## WHAT THIS TASK INVOLVES
Narrow the data below down to the lines containing "ptsvText".

━━ RECORDS FOR THIS EXERCISE ━━

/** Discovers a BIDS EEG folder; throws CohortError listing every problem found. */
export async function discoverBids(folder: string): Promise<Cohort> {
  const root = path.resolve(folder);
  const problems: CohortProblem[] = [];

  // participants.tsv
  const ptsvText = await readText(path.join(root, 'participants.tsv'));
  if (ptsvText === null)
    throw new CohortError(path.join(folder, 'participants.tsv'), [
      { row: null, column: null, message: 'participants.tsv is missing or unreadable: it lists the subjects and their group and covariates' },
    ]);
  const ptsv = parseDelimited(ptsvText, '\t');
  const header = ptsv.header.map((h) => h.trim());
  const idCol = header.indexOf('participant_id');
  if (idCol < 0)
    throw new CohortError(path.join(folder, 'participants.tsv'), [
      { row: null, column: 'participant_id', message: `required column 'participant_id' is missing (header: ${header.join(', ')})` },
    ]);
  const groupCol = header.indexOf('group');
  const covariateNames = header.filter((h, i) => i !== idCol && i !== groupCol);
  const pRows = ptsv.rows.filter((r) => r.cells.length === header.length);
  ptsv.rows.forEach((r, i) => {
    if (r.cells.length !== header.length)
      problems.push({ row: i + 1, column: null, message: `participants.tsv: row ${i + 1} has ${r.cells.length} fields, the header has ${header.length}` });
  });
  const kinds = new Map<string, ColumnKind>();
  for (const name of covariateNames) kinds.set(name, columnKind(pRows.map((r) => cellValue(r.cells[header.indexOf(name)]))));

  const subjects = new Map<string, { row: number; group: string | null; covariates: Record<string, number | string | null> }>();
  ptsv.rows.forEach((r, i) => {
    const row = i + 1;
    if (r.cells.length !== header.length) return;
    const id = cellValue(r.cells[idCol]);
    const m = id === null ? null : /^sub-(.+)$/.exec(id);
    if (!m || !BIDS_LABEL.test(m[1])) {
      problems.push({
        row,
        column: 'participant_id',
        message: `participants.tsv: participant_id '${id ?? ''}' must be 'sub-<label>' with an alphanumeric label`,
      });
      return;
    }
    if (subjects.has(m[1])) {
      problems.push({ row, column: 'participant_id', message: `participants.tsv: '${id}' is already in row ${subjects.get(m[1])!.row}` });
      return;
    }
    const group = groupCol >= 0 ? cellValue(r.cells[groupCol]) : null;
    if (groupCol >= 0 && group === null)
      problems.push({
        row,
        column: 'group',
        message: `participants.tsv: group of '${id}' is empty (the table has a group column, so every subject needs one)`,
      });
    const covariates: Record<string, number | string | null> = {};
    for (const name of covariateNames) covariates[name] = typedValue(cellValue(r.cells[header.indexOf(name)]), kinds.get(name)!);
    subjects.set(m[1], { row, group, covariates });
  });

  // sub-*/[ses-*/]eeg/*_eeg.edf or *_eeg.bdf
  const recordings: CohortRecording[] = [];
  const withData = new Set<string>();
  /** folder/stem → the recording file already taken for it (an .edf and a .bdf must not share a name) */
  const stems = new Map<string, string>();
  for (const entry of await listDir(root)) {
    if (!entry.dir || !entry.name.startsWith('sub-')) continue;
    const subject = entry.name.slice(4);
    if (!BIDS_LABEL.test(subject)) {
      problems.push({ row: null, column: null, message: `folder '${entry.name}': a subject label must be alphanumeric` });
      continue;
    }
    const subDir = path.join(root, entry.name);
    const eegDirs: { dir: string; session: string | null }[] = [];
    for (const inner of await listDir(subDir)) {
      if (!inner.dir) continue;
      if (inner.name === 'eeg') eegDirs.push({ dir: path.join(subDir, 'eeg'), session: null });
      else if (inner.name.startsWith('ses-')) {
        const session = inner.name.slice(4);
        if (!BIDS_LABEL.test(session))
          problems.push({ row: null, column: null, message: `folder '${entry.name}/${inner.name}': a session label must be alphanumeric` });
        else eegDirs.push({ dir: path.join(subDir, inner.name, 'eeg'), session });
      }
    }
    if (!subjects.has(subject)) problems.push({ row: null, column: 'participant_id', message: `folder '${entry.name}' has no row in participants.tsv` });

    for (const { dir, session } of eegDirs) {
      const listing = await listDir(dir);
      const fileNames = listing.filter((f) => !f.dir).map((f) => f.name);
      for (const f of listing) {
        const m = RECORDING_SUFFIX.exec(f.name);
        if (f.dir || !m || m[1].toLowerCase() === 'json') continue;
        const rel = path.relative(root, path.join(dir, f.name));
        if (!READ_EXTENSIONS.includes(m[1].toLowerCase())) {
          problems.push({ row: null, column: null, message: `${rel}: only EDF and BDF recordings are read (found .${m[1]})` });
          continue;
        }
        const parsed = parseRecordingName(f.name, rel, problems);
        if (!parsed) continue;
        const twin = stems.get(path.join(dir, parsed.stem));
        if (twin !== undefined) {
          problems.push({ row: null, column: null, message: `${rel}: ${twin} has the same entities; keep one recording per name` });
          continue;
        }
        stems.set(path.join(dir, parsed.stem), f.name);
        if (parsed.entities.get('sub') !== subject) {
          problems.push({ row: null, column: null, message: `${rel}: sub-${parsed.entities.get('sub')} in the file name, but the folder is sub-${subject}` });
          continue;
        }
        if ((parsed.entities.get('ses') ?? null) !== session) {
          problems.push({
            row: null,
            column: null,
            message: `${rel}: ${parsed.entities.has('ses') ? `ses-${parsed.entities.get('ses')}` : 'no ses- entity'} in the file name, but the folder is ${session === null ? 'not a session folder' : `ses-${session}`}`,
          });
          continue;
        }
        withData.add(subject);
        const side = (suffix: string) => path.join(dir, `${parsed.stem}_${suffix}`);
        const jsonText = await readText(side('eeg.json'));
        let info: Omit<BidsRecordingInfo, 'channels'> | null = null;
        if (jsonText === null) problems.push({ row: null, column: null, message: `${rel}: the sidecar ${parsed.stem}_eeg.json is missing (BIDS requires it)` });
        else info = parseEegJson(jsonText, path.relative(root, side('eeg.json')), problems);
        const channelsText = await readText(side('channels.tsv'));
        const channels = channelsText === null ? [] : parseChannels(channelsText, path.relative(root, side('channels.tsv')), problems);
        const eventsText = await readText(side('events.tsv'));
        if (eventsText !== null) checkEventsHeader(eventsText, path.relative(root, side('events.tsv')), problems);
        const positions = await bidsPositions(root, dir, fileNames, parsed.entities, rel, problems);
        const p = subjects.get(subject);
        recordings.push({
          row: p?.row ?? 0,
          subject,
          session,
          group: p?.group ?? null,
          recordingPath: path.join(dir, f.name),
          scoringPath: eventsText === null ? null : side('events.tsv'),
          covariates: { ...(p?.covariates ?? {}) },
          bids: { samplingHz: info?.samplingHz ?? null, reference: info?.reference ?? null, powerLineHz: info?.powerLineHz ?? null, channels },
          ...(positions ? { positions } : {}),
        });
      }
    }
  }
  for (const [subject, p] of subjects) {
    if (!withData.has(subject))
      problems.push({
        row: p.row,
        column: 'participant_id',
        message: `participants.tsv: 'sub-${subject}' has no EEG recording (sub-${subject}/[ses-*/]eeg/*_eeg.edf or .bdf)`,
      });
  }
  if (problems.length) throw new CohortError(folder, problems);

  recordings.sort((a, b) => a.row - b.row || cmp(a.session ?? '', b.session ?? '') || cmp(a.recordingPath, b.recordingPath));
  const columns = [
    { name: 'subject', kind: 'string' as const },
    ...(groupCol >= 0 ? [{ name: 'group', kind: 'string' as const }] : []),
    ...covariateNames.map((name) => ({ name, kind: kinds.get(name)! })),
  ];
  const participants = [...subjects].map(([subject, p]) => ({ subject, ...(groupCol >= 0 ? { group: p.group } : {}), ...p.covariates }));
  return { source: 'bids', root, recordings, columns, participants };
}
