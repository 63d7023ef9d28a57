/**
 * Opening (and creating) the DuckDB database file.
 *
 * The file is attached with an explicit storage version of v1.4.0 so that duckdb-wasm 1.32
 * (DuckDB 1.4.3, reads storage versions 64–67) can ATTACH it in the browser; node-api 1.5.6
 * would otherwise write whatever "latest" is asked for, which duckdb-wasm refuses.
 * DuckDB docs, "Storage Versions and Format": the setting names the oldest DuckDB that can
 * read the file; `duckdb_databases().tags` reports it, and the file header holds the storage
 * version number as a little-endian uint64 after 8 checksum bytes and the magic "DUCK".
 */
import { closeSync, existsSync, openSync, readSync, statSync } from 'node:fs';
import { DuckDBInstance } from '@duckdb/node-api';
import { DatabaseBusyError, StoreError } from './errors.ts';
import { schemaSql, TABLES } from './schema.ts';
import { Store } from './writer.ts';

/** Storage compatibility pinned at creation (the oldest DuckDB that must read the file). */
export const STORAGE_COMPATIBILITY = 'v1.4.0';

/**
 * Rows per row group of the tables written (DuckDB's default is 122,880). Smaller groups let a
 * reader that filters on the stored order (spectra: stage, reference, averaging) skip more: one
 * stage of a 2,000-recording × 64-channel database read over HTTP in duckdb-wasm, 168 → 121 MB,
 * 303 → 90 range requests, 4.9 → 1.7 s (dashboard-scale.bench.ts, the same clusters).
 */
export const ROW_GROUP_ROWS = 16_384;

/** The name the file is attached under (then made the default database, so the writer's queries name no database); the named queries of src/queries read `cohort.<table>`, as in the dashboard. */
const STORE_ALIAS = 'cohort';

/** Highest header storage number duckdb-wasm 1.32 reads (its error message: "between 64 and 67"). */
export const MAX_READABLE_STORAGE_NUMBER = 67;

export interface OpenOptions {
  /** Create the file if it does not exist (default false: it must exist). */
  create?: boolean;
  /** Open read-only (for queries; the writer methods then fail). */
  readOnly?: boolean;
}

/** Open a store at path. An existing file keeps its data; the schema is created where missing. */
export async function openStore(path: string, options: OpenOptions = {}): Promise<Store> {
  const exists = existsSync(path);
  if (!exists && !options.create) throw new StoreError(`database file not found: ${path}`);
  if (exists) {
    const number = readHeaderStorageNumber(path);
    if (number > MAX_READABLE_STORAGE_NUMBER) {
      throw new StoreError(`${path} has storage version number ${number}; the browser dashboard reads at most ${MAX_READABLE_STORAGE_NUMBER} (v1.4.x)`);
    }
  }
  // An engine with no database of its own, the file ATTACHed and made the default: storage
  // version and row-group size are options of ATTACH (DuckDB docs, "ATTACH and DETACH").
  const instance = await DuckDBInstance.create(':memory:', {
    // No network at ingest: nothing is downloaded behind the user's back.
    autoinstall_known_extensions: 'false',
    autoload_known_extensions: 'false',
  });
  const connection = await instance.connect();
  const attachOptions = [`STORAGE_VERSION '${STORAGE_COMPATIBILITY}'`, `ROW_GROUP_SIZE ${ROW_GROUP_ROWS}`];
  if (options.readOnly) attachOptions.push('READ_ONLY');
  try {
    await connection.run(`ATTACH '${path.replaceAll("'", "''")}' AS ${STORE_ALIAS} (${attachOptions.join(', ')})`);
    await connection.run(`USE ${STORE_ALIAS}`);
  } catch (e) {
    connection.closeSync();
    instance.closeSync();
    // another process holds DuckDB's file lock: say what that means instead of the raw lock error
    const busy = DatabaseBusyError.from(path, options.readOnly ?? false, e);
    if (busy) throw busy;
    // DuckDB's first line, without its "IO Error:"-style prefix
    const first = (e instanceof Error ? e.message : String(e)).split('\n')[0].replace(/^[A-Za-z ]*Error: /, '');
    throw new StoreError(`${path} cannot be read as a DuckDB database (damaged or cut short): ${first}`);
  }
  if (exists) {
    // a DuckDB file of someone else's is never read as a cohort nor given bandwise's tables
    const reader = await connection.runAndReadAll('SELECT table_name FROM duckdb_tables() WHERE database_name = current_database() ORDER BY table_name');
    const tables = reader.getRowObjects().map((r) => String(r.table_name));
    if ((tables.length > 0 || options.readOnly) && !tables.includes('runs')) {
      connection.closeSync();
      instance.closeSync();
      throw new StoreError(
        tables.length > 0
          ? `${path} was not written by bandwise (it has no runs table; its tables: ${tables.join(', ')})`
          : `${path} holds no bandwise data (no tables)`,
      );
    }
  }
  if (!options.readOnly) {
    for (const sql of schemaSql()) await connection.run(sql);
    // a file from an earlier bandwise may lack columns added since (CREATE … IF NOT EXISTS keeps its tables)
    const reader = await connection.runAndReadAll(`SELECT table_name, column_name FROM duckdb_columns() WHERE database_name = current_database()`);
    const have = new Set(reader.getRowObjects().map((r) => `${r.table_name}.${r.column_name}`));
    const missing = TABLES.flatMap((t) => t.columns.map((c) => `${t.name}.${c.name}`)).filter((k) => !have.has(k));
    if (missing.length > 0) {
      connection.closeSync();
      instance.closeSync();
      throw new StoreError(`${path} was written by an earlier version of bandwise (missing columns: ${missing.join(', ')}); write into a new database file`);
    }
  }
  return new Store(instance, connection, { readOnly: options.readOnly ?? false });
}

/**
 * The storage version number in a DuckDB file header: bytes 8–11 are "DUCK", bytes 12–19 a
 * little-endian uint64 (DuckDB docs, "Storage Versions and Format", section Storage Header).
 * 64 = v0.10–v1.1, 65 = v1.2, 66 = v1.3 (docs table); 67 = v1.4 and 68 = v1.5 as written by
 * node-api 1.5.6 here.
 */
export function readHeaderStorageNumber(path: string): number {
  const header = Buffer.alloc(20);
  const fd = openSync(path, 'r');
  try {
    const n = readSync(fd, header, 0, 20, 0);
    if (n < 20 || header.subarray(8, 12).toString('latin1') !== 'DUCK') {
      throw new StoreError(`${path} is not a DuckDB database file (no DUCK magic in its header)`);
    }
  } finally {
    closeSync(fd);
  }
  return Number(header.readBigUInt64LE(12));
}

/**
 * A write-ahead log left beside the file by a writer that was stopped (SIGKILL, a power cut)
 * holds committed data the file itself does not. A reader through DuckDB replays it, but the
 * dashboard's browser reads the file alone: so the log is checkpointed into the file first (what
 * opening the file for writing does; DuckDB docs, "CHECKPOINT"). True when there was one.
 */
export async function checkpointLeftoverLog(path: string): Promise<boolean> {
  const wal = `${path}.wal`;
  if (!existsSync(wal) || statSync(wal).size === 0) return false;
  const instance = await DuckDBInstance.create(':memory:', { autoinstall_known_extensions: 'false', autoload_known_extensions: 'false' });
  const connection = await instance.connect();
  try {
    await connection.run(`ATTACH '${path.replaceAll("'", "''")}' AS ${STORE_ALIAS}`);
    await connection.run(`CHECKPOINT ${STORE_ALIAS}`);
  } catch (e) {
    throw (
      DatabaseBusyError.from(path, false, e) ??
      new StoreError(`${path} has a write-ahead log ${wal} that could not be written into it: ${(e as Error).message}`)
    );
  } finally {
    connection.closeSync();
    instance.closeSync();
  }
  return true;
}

━━━

## FINISHED EXERCISE
  const ptsvText = await readText(path.join(root, 'participants.tsv'));
  if (ptsvText === null)
  const ptsv = parseDelimited(ptsvText, '\t');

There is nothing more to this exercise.